Great job Hank - Yes you are correct - Everyone and there brother is familiar with that area. Back in the day which really wasn't to many years ago it was the hidden gem of Buckeye as far as fishing.


----------



## scallop (Apr 1, 2007)

canoe carp killer said:


> Thanks man I truly appreciate it, but I was wore out from filleting those all those dam channel cats lol. Plus I only do a fish fry like four times a year lol. I've never actually ate saugeye. Are they that much better than any other fish?


Yes, absolutely. A mild, sweet meat.


----------



## Madtrouter (Feb 20, 2016)

So the state says the limit is six with no restriction on size for saugeye. 

http://wildlife.ohiodnr.gov/fishing/fishing-regulations/statewide-limits

Could somebody explain the size limit everybody talks about?

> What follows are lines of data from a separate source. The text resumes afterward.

-- The 'register' counter (data_versions) moves on every statement that changes mother plants,
-- farms, species or varieties: the map's features cache (server/modules/map/features-cache.ts)
-- keys its entries by it. One row update per statement, inside the writer's transaction.
INSERT INTO "data_versions" ("name", "version") VALUES ('register', 0) ON CONFLICT ("name") DO NOTHING;
--> statement-breakpoint
CREATE FUNCTION "bump_register_version"() RETURNS trigger LANGUAGE plpgsql AS $$
BEGIN
  UPDATE "data_versions" SET "version" = "version" + 1 WHERE "name" = 'register';
  RETURN NULL;
END
$$;
--> statement-breakpoint
CREATE TRIGGER "mother_plants_register_version" AFTER INSERT OR UPDATE OR DELETE OR TRUNCATE ON "mother_plants" FOR EACH STATEMENT EXECUTE FUNCTION "bump_register_version"();
--> statement-breakpoint
CREATE TRIGGER "farms_register_version" AFTER INSERT OR UPDATE OR DELETE OR TRUNCATE ON "farms" FOR EACH STATEMENT EXECUTE FUNCTION "bump_register_version"();
--> statement-breakpoint
CREATE TRIGGER "species_register_version" AFTER INSERT OR UPDATE OR DELETE OR TRUNCATE ON "species" FOR EACH STATEMENT EXECUTE FUNCTION "bump_register_version"();
--> statement-breakpoint
CREATE TRIGGER "varieties_register_version" AFTER INSERT OR UPDATE OR DELETE OR TRUNCATE ON "varieties" FOR EACH STATEMENT EXECUTE FUNCTION "bump_register_version"();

I'm heading out soon and want to be legal obviously but also want to be correct. 

Thanks


----------



## linebacker43 (Aug 3, 2009)

There are still site specific inland lakes which are named in the regulations.


----------



## Madtrouter (Feb 20, 2016)

linebacker43 said:


> There are still site specific inland lakes which are named in the regulations.
> 
> View attachment 237113


Thank you!!


----------



## FINMAN (Apr 14, 2004)

Fun video Hank. Thanks for sharing your best day. You're moving into flathead time now... maybe you'll get to share some night videos with us.


----------



## canoe carp killer (Apr 2, 2014)

FINMAN said:


> Fun video Hank. Thanks for sharing your best day. You're moving into flathead time now... maybe you'll get to share some night videos with us.

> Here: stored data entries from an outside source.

// Query keys for traces and exposure, general to specific, so a notice sent can refresh the
// exposure it was sent from (the "notified" marks) without touching the trace.
export const traceKeys = {
  all: ['trace'] as const,
  traces: () => [...traceKeys.all, 'lineage'] as const,
  trace: (plantId: string) => [...traceKeys.traces(), plantId] as const,
  exposures: () => [...traceKeys.all, 'exposure'] as const,
  exposure: (plantId: string, findingId?: string) => [...traceKeys.exposures(), plantId, { findingId: findingId ?? null }] as const,
};
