import { queryOptions, useQuery } from '@tanstack/react-query';
import type { Trace } from '../../../../shared/schemas/trace';
import { api } from '../../../lib/api-client';
import { traceKeys } from './keys';

/** A plant's ancestors, descendants and the bundles between them, as far as the caller may see. */
export function getTrace(plantId: string, signal?: AbortSignal) {
  return api.get<Trace>(`/api/mother-plants/${encodeURIComponent(plantId)}/trace`, { signal });
}

export const traceQueryOptions = (plantId: string) =>
  queryOptions({
    queryKey: traceKeys.trace(plantId),
    queryFn: ({ signal }) => getTrace(plantId, signal),
  });

export function useTrace(plantId: string) {
  return useQuery(traceQueryOptions(plantId));
}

I'm dying to get back on the river! It's my favorite place to fish. Wanna try and work on getting some bigger flatties thugs year too


----------



## ristorap (Mar 6, 2013)

Nice catch of saugeyes. It is good to see that all the saugeyes did not leave the lake when it was lowered.


----------



## thegcdawg (May 26, 2008)

Great catches. Pretty sure i would've rolled out of the yak.


----------



## walleye 30 (Sep 20, 2014)

Awesome video! Fun fish to catch and they are tasty!


----------



## Capt'n Mickey (Apr 5, 2016)

canoe carp killer said:


> Got out in a different area of the lake today and had an absolute blast catching a Linit of saugeye! First time I've ever actually caught a limit of saugeye lol. Also caught a few gills, some cats, a black crappie and tiny striped bass. And before everyone blasts me on doing a video of their secret honey hole, everybody and their brother fishes there and I've fished it multiple times with no luck at all. Just happened to be the right day at the right time.


I'm more interested in where you're fishing. I have been looking for waterfront condos and those look pretty nice.


----------



## canoe carp killer (Apr 2, 2014)

Capt'n Mickey said:


> I'm more interested in where you're fishing. I have been looking for waterfront condos and those look pretty nice.


Buckeye lake


----------



## Wildturkey (Mar 26, 2011)

canoe carp killer said:


> Got out in a different area of the lake today and had an absolute blast catching a Linit of saugeye! First time I've ever actually caught a limit of saugeye lol. Also caught a few gills, some cats, a black crappie and tiny striped bass. And before everyone blasts me on doing a video of their secret honey hole, everybody and their brother fishes there and I've fished it multiple times with no luck at all. Just happened to be the right day at the right time.


Thanks for sharing. Nice video.


----------